Капля крови густой из груди молодой
На зелёные травы упала…
Он
Его ноги подгибаются, будто пар, из которого он теперь состоит, начинает развеиваться именно снизу. Они становятся странно пластичными и нетвёрдыми, не выдерживая колосса некогда живой плоти, превратившейся вдруг в органический мусор, подлежащий медленной, но полной и необратимой утилизации.
Вот так, был человек и нету, говорила моя бабушка. Любви и привязанности я к нему никогда не испытывал, но живой человек, всё-таки. Был… Хоть и не особенно приятный. Повиснув над бездной, как герой мультфильма на пару секунд, Суходоев падает вперёд.
Он не подставляет руки и не пытается смягчить удар, а с высоты всего своего роста обрушивается на землю. На асфальт, конечно, но это не важно, будем считать, на землю. Из земли вышли, в землю и уйдём, говорил мой дедушка.
Из тени появляется фигура Игоря. Он бледный, как привидение, это даже в вечернем ноябрьском сумраке видно. В руке он сжимает ТТ. Твою дивизию. Кажется, мы завалили мента…
– Оботри и брось!
– приказываю я.
– Быстро! Прямо сейчас. Игорь, скорее!
Он послушно выполняет приказ.
– Идём!
Главное не привлекать внимания. Штирлиц бежал рядом и делал вид, что прогуливается… Быстро, но не бросаясь в глаза. Вечер, холодно, прохожих не видно. Хорошо бы, чтобы и им нас видно не было.
– Он хотел выстрелить, - словно оправдываясь, горячо шепчет Игорь.
– Всё хорошо, - успокаиваю его я.
– Ты всё правильно сделал. Всё правильно.

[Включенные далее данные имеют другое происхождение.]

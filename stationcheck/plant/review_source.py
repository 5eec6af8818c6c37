"""The review over the plant database: the same queries as over a station's log, across
stations, with station and line filters.

The review's SQL (:mod:`stationcheck.store.queries`, :mod:`stationcheck.quality`) is written
once. Over PostgreSQL a thin adapter turns SQLite's dialect into PostgreSQL's where the two
differ: ``?`` parameters become ``%s``, SQLite's ``INDEXED BY`` hints are dropped (the planner
picks), ``CAST(x AS INTEGER)`` (which truncates in SQLite, rounds in PostgreSQL) becomes
``trunc(x)::bigint``, a statement that ends in a derived table (``FROM (SELECT ...)``) gets the
alias PostgreSQL 15 requires; ``total(x)`` becomes ``coalesce(sum(x), 0)``, or ``count(*)
FILTER (WHERE x)`` for a condition (native aggregates, many times faster than a SQL-defined
``total`` would be). The filters are
temporary views named like the tables (``units``, ``steps``, ...) over the station's rows in
scope: PostgreSQL looks up temporary relations first, so every query sees only those stations.
"""

from __future__ import annotations

import logging
import re
import sqlite3
import threading
import time
from collections.abc import Callable, Sequence
from dataclasses import dataclass
from pathlib import Path
from types import TracebackType
from typing import Any, Self, TypeVar, cast

from stationcheck.errors import PlantDatabaseError, first_line
from stationcheck.plant.connect import connect, redacted
from stationcheck.plant.plant_schema import require_current
from stationcheck.quality.figures import DAY_S, StationFigures, tally_range
from stationcheck.quality.period import OPEN_END_S, OPEN_START_S, Period
from stationcheck.quality.rollup import FigureCache
from stationcheck.store import queries
from stationcheck.store.log_records import AlarmRow, StepRow, UnitRow

_Cache = TypeVar("_Cache")

logger = logging.getLogger(__name__)

MAX_CACHED_SCOPES = 32
_VIEWED = ("units", "steps", "alarms", "unit_tags", "events")
_INDEXED_BY = re.compile(r"\s+INDEXED BY \w+")
_CAST_INTEGER = re.compile(r"CAST\(([^()]*) AS INTEGER\)")
_TOTAL = re.compile(r"\btotal\(([^()]*)\)")


def _total(match: re.Match[str]) -> str:
    """SQLite's total(): a sum that is 0 over no rows; of a condition, the rows meeting it."""
    inner = match.group(1)
    if "=" in inner:
        return f"count(*) FILTER (WHERE {inner})"
    return f"coalesce(sum({inner}), 0)"


def to_postgres(sql: str) -> str:
    """SQLite's dialect as the review writes it -> PostgreSQL's (see the module docstring)."""
    sql = _INDEXED_BY.sub("", sql)
    sql = _CAST_INTEGER.sub(r"trunc(\1)::bigint", sql)
    sql = _TOTAL.sub(_total, sql)
    if "FROM (SELECT" in sql and sql.rstrip().endswith(")"):
        sql = sql.rstrip() + " AS derived"
    return sql.replace("%", "%%").replace("?", "%s")


@dataclass(frozen=True)
class Scope:
    """Which stations a review answer covers (empty: all)."""

    stations: tuple[str, ...] = ()
    lines: tuple[str, ...] = ()

    @property
    def everything(self) -> bool:
        return not self.stations and not self.lines


class PostgresAdapter:
    """The DB-API calls the review makes on an SQLite connection, on a psycopg connection
    (whose temporary views show the stations of ``scope``)."""

    def __init__(self, conn: Any, scope: Scope) -> None:
        self.raw = conn
        self.scope = scope

    def execute(self, sql: str, params: Sequence[Any] = ()) -> Any:
        if sql.strip().upper() in ("BEGIN", "COMMIT"):
            return self.raw.execute(sql)
        return self.raw.execute(to_postgres(sql), list(params))


class PlantReader:
    """One review request's read-only view of the plant database (use it in a ``with``)."""

    def __init__(self, url: str, password_file: Path | None, scope: Scope) -> None:
        from psycopg import sql

        self.scope = scope
        self._conn = connect(url, password_file, application="stationcheck review")
        try:
            self._conn.execute("SET search_path TO plant")
            if not scope.everything:
                # the scope as a constant list: the planner then uses the station-led indexes
                ids = [
                    str(r[0])
                    for r in self._conn.execute(
                        "SELECT station_id FROM plant.stations WHERE (%s OR station_id = ANY(%s)) "
                        "AND (%s OR line = ANY(%s))",
                        (
                            not scope.stations,
                            list(scope.stations),
                            not scope.lines,
                            list(scope.lines),
                        ),
                    ).fetchall()
                ]
                for table in _VIEWED:
                    self._conn.execute(
                        sql.SQL(
                            "CREATE TEMPORARY VIEW {} AS SELECT * FROM plant.{} WHERE station_id = "
                            "ANY({}::text[])"
                        ).format(sql.Identifier(table), sql.Identifier(table), sql.Literal(ids))
                    )
            self._conn.execute("SET default_transaction_read_only = on")
        except Exception:
            self._conn.close()
            raise
        self.adapter = PostgresAdapter(self._conn, scope)

    @property
    def connection(self) -> sqlite3.Connection:
        """The adapter, typed as the connection the shared review queries take."""
        return cast(sqlite3.Connection, self.adapter)

    def close(self) -> None:
        self._conn.close()

    def __enter__(self) -> Self:
        return self

    def __exit__(
        self,
        exc_type: type[BaseException] | None,
        exc: BaseException | None,
        tb: TracebackType | None,
    ) -> None:
        self.close()

    def unit(self, serial: str) -> UnitRow | None:
        return queries.get_unit(self.connection, serial)

    def steps(self, serial: str) -> tuple[StepRow, ...]:
        return queries.steps_of(self.connection, serial)

    def alarms(self, serial: str) -> tuple[AlarmRow, ...]:
        return queries.alarms_of(self.connection, serial)

    def stations_of(self, serials: Sequence[str]) -> dict[str, list[str]]:
        """serial -> the stations in scope that logged it (traceability across stations)."""
        found: dict[str, list[str]] = {}
        for (serial, _), station in self.unit_stations(serials).items():
            found.setdefault(serial, []).append(station)
        return found

    def unit_stations(self, serials: Sequence[str]) -> dict[tuple[str, float], str]:
        """(serial, first-pass start) -> the station whose unit row it is, in start order."""
        rows = self._conn.execute(
            "SELECT serial, started_at_s, station_id FROM units WHERE serial = ANY(%s) "
            "ORDER BY serial, started_at_s, station_id",
            (list(serials),),
        ).fetchall()
        return {(str(serial), float(start)): str(station) for serial, start, station in rows}

    def stations(self) -> list[dict[str, Any]]:
        """The stations in scope with their line, plant and how far forwarding and the fold
        have got."""
        scope = self.scope
        rows = self._conn.execute(
            "SELECT station_id, line, plant, last_seq, folded_seq, last_recorded_at_s, "
            "extract(epoch FROM last_forward_at)::float8 FROM plant.stations "
            "WHERE (%s OR station_id = ANY(%s)) AND (%s OR line = ANY(%s)) "
            "ORDER BY line, station_id",
            (not scope.stations, list(scope.stations), not scope.lines, list(scope.lines)),
        ).fetchall()
        keys = (
            "station_id",
            "line",
            "plant",
            "forwarded_seq",
            "folded_seq",
            "last_recorded_at_s",
            "last_forward_at_s",
        )
        return [dict(zip(keys, row, strict=True)) for row in rows]


class PlantReviewSource:
    """Where the review reads from: the plant database, one read-only connection per request."""

    def __init__(self, url: str, password_file: Path | None = None) -> None:
        self.url = url
        self.password_file = password_file
        self.name = redacted(url).rsplit("@", 1)[-1]
        self.evidence_root: Path | None = None  # evidence images stay on the station PC
        self._caches: dict[Scope, PlantFigureCache] = {}
        self._station_caches: dict[Scope, Any] = {}
        self._caches_lock = threading.Lock()
        with connect(url, password_file, application="stationcheck review") as conn:
            try:
                require_current(conn)
            except PlantDatabaseError:
                raise
            except Exception as exc:
                raise PlantDatabaseError(f"plant database {self.name}: {first_line(exc)}") from exc

    @property
    def is_plant(self) -> bool:
        return True

    def _cached(
        self, caches: dict[Scope, _Cache], scope: Scope, make: Callable[[], _Cache]
    ) -> _Cache:
        """The scope's cache, made on first use; the oldest goes past ``MAX_CACHED_SCOPES``."""
        with self._caches_lock:
            cache = caches.get(scope)
            if cache is None:
                if len(caches) >= MAX_CACHED_SCOPES:
                    caches.pop(next(iter(caches)))
                cache = caches[scope] = make()
            return cache

    def reader(self, scope: Scope | None = None) -> PlantReader:
        return PlantReader(self.url, self.password_file, scope or Scope())

    def figures(self, conn: sqlite3.Connection, period: Period) -> StationFigures:
        """From per-day tallies of the reader's scope, kept up to date with the fold."""
        scope = cast(PostgresAdapter, conn).scope
        cache = self._cached(self._caches, scope, PlantFigureCache)
        return cache.figures(conn, period)

    def station_figures(self, reader: PlantReader, period: Period) -> dict[str, StationFigures]:
        """Each station's figures of the period, from the scope's (station, day) tallies."""
        from stationcheck.plant.station_days import StationDayCache

        cache = self._cached(self._station_caches, reader.scope, StationDayCache)
        result: dict[str, StationFigures] = cache.figures(reader, period)
        return result


class PlantFigureCache(FigureCache):
    """The station log's per-day figure cache over the plant database: what changed is found
    per station from its ``folded_seq`` instead of one log's seq."""

    def __init__(self) -> None:
        super().__init__()
        self._marks: dict[str, int] | None = None

    def _refresh(self, conn: sqlite3.Connection) -> None:
        raw = cast(PostgresAdapter, conn).raw
        marks = {
            str(s): int(m)
            for s, m in raw.execute("SELECT station_id, folded_seq FROM plant.stations").fetchall()
        }
        if self._marks is None:
            started = time.perf_counter()
            self._days = tally_range(conn, OPEN_START_S, OPEN_END_S, by_day=True)
            logger.info(
                "tallied %d days of plant figures in %.2f s",
                len(self._days),
                time.perf_counter() - started,
            )
        else:
            touched: set[int] = set()
            for station, mark in marks.items():
                if mark > self._marks.get(station, 0):
                    touched |= touched_days(raw, station, self._marks.get(station, 0))
            for day in touched:
                fresh = tally_range(conn, day * DAY_S, (day + 1) * DAY_S, by_day=True)
                self._days.pop(day, None)
                self._days.update(fresh)
        self._marks = marks


def touched_days(raw: Any, station: str, after_seq: int) -> set[int]:
    """UTC days whose tallies events of ``station`` after ``after_seq`` changed."""
    rows = raw.execute(
        f"SELECT trunc(started_at_s / {DAY_S})::bigint FROM plant.units WHERE station_id = %s "
        "AND serial IN (SELECT serial FROM plant.events WHERE station_id = %s AND seq > %s "
        f"AND serial IS NOT NULL) UNION SELECT trunc(recorded_at_s / {DAY_S})::bigint FROM "
        "plant.steps WHERE station_id = %s AND seq > %s UNION SELECT trunc(recorded_at_s / "
        f"{DAY_S})::bigint FROM plant.alarms WHERE station_id = %s AND seq > %s",
        (station, station, after_seq, station, after_seq, station, after_seq),
    ).fetchall()
    return {int(r[0]) for r in rows}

Говорю, но сам не верю. Какое тут хорошо, мента грохнули, это ж вообще пипец. Теперь шухеру будет на весь мир. Кто его послал? Не сам же он вдруг решил со мной поквитаться. Не сам. Кто послал? Печёнкин? Это как-то дико, если честно. Нахрена ему меня убивать? А кто тогда? Все враги уничтожены, кроме Ашотика. Да только где Ашотик, а где этот хрен Суходоев. Блин… Есть ещё, конечно, Снежинский, но это уж вообще смешно.

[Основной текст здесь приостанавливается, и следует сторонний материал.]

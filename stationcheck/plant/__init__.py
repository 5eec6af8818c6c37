"""The plant database: every station's step log forwarded to one PostgreSQL server, folded into
the same units, steps and alarms tables as a station's own log, and reviewed across stations.

Needs the ``plant`` extra (psycopg 3): ``pip install 'stationcheck[plant]'``.
"""
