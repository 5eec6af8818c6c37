"""A throwaway PostgreSQL cluster from Debian's server binaries, for the tests and the bench:
initdb in a temporary folder as an unprivileged user (``postgres`` when running as root: initdb
refuses root), pg_ctl on a free loopback port, password (SCRAM) logins over TCP, stopped and
deleted at the end. Not for production: fsync is off."""

from __future__ import annotations

import os
import shutil
import socket
import subprocess
import tempfile
from collections.abc import Iterator
from contextlib import contextmanager
from dataclasses import dataclass
from pathlib import Path
from typing import Any

PG_BIN = Path("/usr/lib/postgresql/15/bin")
ADMIN = "plant_admin"
ADMIN_PASSWORD = "throwaway-admin-secret"
DATABASE = "plant"


def free_port() -> int:
    with socket.socket() as s:
        s.bind(("127.0.0.1", 0))
        return int(s.getsockname()[1])


@dataclass
class Cluster:
    folder: Path
    port: int
    user: str | None  # run the server as this user (None: as ourselves)

    def run(self, *args: str) -> subprocess.CompletedProcess[str]:
        command = [str(PG_BIN / args[0]), *args[1:]]
        if self.user is not None:
            command = ["runuser", "-u", self.user, "--", *command]
        return subprocess.run(command, capture_output=True, text=True, timeout=60, check=True)

    @property
    def data(self) -> Path:
        return self.folder / "data"

    admin: str = ADMIN
    password: str = ADMIN_PASSWORD

    def connect_admin(self) -> Any:
        from stationcheck.plant.connect import connect

        os.environ.setdefault("STATIONCHECK_PG_PASSWORD", self.password)
        return connect(self.url())

    def url(self, user: str = ADMIN, database: str = DATABASE) -> str:
        return f"postgresql://{user}@127.0.0.1:{self.port}/{database}?sslmode=disable"

    def start(self) -> None:
        self.run(
            "pg_ctl",
            "-D",
            str(self.data),
            "-l",
            str(self.folder / "server.log"),
            "-w",
            "-t",
            "30",
            "-o",
            f"-p {self.port} -k {self.folder} -c listen_addresses=127.0.0.1 -c fsync=off",
            "start",
        )

    def stop(self, mode: str = "fast") -> None:
        self.run("pg_ctl", "-D", str(self.data), "-m", mode, "-w", "stop")


@contextmanager
def throwaway_cluster(parent: Path | None = None) -> Iterator[Cluster]:
    if not (PG_BIN / "initdb").exists():
        from stationcheck.errors import PlantDatabaseError

        raise PlantDatabaseError(
            f"PostgreSQL server binaries not found in {PG_BIN}; install "
            "them with: apt-get install postgresql"
        )
    as_root = os.geteuid() == 0
    folder = Path(tempfile.mkdtemp(prefix="stationcheck-pg-", dir=parent))
    user = "postgres" if as_root else None
    if as_root:
        shutil.chown(folder, user="postgres")
    cluster = Cluster(folder, free_port(), user)
    pwfile = folder / "pw"
    pwfile.write_text(ADMIN_PASSWORD)
    if as_root:
        shutil.chown(pwfile, user="postgres")
    cluster.run(
        "initdb",
        "-D",
        str(cluster.data),
        "-U",
        ADMIN,
        f"--pwfile={pwfile}",
        "--auth-local=trust",
        "--auth-host=scram-sha-256",
        "-E",
        "UTF8",
        "--locale=C",
        "--no-sync",
    )
    cluster.start()
    try:
        cluster.run("createdb", "-h", str(folder), "-p", str(cluster.port), "-U", ADMIN, DATABASE)
        yield cluster
    finally:
        try:
            cluster.stop("immediate")
        except subprocess.CalledProcessError:
            pass  # already stopped
        shutil.rmtree(folder, ignore_errors=True)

– Садись в машину и езжай домой, - говорю я.
– Переоденься, промой руки водкой и возвращайся за мной. А я пока поднимусь к Платонычу.
Ну, не к Платонычу, а к Трыне. Нужно с ним поговорить.
Я поднимаюсь на четвёртый этаж. В сердце будто здоровенная заноза. Муторно, гадко на душе. Лёд, ледяная бездна, будь она неладна. Нет лёгкости и задорной легкомысленной уверенности в успехе. А это плохо. Без этого нам никак. Звоню в дверь. Она открывается почти сразу. На лице Трыни отражаются одновременно радость от того, что он видит меня и разочарование от того, что он видит не Платоныча.
– Здорово, Андрюха, - киваю я, заходя в прихожую.